■ **REQUIRED ACTION**
Say how many lines in the records include the string "startup", adding no other words.

■ **SUPPLIED INFORMATION**
▶

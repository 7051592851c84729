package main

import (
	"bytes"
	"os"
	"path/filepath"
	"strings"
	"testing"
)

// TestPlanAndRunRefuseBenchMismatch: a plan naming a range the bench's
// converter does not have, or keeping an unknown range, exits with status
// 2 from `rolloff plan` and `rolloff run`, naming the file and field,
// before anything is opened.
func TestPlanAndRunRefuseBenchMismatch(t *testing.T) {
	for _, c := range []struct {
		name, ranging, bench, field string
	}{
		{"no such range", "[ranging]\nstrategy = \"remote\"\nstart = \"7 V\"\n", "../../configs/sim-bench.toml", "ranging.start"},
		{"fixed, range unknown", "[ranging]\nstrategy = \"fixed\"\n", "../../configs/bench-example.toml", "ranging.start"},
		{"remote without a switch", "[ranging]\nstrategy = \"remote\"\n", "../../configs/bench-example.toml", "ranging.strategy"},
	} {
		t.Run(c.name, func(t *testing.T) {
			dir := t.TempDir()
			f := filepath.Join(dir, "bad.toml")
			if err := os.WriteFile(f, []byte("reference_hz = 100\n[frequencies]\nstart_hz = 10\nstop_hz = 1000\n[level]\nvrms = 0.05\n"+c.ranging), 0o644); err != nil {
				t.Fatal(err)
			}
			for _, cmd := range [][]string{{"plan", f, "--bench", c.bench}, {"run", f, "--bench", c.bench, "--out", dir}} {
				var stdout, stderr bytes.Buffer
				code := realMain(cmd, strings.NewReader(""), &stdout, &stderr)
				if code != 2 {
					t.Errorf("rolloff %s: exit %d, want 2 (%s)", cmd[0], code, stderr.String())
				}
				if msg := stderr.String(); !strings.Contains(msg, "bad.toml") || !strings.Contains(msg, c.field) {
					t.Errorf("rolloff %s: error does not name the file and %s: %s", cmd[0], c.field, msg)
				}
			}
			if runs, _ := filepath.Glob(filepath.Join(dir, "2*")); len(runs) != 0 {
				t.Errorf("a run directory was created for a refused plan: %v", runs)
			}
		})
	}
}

◀
▶

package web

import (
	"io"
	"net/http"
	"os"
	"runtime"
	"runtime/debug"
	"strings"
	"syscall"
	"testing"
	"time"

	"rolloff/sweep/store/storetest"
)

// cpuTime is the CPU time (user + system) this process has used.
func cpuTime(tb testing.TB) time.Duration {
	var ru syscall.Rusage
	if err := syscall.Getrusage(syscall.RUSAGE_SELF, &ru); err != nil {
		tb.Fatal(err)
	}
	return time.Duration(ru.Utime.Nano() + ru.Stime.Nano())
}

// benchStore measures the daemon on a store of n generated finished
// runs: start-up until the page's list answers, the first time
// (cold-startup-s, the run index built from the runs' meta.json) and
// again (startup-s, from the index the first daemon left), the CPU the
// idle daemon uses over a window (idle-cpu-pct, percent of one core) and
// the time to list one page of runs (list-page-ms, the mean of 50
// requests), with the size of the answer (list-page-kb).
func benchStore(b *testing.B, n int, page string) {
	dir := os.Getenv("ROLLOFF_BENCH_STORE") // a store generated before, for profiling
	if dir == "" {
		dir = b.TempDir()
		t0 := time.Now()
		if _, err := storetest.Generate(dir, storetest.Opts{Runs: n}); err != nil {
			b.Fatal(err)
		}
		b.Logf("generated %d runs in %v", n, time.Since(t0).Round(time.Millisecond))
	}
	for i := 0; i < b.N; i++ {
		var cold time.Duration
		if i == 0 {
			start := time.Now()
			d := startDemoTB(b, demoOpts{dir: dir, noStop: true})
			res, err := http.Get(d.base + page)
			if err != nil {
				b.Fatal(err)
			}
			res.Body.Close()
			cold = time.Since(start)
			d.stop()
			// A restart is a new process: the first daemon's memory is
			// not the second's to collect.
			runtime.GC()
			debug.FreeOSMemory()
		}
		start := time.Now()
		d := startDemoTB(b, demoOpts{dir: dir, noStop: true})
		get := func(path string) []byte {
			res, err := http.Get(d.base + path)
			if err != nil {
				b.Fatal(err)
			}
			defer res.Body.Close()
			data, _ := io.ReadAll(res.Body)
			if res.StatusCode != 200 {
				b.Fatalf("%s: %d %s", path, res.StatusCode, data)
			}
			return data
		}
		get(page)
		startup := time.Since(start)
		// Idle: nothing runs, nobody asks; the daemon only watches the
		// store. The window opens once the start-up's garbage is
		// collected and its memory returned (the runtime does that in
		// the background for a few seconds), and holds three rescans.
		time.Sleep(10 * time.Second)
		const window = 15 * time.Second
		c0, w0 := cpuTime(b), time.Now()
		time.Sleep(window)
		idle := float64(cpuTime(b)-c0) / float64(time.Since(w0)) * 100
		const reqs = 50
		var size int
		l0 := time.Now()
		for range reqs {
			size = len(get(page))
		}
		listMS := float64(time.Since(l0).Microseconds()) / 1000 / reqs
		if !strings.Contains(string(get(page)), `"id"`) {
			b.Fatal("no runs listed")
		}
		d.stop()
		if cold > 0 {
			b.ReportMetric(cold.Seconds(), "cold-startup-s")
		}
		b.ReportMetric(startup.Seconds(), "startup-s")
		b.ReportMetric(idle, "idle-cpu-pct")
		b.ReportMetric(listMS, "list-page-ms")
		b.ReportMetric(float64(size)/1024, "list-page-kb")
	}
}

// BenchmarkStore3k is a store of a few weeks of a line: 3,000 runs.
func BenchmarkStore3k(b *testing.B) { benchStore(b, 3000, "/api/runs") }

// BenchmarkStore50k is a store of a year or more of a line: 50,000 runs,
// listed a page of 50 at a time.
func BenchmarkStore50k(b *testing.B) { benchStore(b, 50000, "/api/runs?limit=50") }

◀

■ **WRITTEN SOLUTION**
5